Berringer wandte sich wieder dem Sandwich zu und nahm die Tomate herunter, legte sie an den Rand und blickte auf. „Du hattest offenbar auch ein ganz interessantes Leben in den letzten Jahren.“
„ Es geht …“
Aber es war interessant genug gewesen, um ihm davon ausführlich zu erzählen. Sie begann mit den Jahren in Chicago, und es kam Berringer vor, als wäre bei ihr ein Damm gebrochen, denn sie redete wie ein Wasserfall, und Berringer war froh, dass er - abgesehen von kleinen Äußerungen aktiven Zuhörens - nichts zum Gespräch beitragen musste. Er sagte einmal „Hm“ und mehrere Male „Ja!“ beziehungsweise ab und zu auch „Ja?“.

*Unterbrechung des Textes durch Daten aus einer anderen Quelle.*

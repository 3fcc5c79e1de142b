import { afterAll, beforeAll, beforeEach, describe, expect, it } from "vitest";
import { db } from "../../src/server/db/client";
import { listActivity } from "../../src/server/db/queries/activity";
import type { SiteRow } from "../../src/server/db/queries/sites";
import { deskFor } from "../../src/server/desk/desk";
import { as } from "../fixtures/api-client";
import { newMember, newOrganisation, type SignedInMember } from "../fixtures/organisation";
import { newSite } from "../fixtures/sites";
import { startTestApp, type TestApp } from "../support/test-app";

let app: TestApp;
let planner: SignedInMember;
let site: SiteRow;

beforeAll(async () => {
  app = await startTestApp();
  planner = await newMember(await newOrganisation("Plan Office"), ["planner"]);
});
beforeEach(async () => {
  site = await newSite(planner);
});
afterAll(() => app.close());

const create = (name: unknown, member = planner) =>
  as(app, member)("post", `/api/sites/${site.id}/plans`).send({ name });
const documentOf = async (planId: string) =>
  (await as(app, planner)("get", `/api/plans/${planId}/document`)).body;

describe("creating a plan", () => {
  it("makes an empty document that takes the Earth's field from the site's place and today", async () => {
    const answer = await create(" Level 1 ");
    expect([answer.status, answer.body.url]).toEqual([201, `/plans/${String(answer.body.id)}`]);
    const today = new Intl.DateTimeFormat("sv-SE", { timeZone: site.timeZone }).format(new Date());
    expect(await documentOf(answer.body.id)).toMatchObject({
      version: 1,
      savedByName: planner.name,
      document: {
        name: "Level 1",
        circuits: [],
        earthField: { mode: "model", latitudeDeg: 54.2, longitudeDeg: 7.9, altitudeM: 10, date: today },
      },
    });
    const [line] = await listActivity(db(), planner.organisationId, 1);
    expect(line).toMatchObject({ event: "plan.created", subjectId: answer.body.id, actorName: planner.name });
  });

  it("leaves the Earth's field out where nobody has said where on earth the site is", async () => {
    await as(app, planner)("patch", `/api/sites/${site.id}`).send({ latitudeDeg: null, longitudeDeg: null });
    const { body } = await create("Level 1");
    expect((await documentOf(body.id)).document.earthField).toBeNull();
  });

  it("refuses a name that is empty, too long, or another plan's of the site", async () => {
    expect((await create("Level 1")).status).toBe(201);
    for (const name of ["Level 1", "  ", "x".repeat(201), "two\nlines"]) {
      const refused = await create(name);
      expect([refused.status, refused.body.error.faults?.[0]?.path]).toEqual([422, "name"]);
    }
    const { sites } = await deskFor(planner);
    expect(sites.find(({ id }) => id === site.id)?.plans.map(({ name }) => name)).toEqual(["Level 1"]);
  });

  it("is for planners of the organisation", async () => {
    const organisation = { id: planner.organisationId, name: "Plan Office" };
    const auditor = await newMember(organisation, ["auditor"]);
    const admin = await newMember(organisation, ["admin"]);
    const stranger = await newMember(await newOrganisation("Foreign Office"), ["planner"]);
    const statuses = await Promise.all(
      [auditor, admin, stranger].map(async (member) => (await create("Mine", member)).status),
    );
    expect(statuses).toEqual([403, 403, 404]);
  });
});

describe("renaming a plan", () => {
  it("renames the document with it, as a new version", async () => {
    const { body } = await create("Level 1");
    const renamed = await as(app, planner)("patch", `/api/plans/${String(body.id)}`).send({
      name: "Ground floor",
    });
    expect([renamed.status, renamed.body]).toEqual([200, { version: 2 }]);
    expect(await documentOf(body.id)).toMatchObject({ version: 2, document: { name: "Ground floor" } });
  });

  it("refuses another plan's name and keeps its own in both places", async () => {
    const { body } = await create("Level 1");
    await create("Level 2");
    const refused = await as(app, planner)("patch", `/api/plans/${String(body.id)}`).send({
      name: "Level 2",
    });
    expect([refused.status, refused.body.error.faults[0].path]).toEqual([422, "name"]);
    expect(await documentOf(body.id)).toMatchObject({ version: 1, document: { name: "Level 1" } });
  });
});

Solche Gespräche waren wie ein Kaminfeuer, fand Berringer. Man musste nur ab und zu etwas Luft hineinblasen, dann brannte es munter weiter. Früher, als sie ein Paar gewesen waren, hatte sie ihm oft vorgeworfen, sich nicht richtig einzubringen. Das schien sie nicht mehr zu stören.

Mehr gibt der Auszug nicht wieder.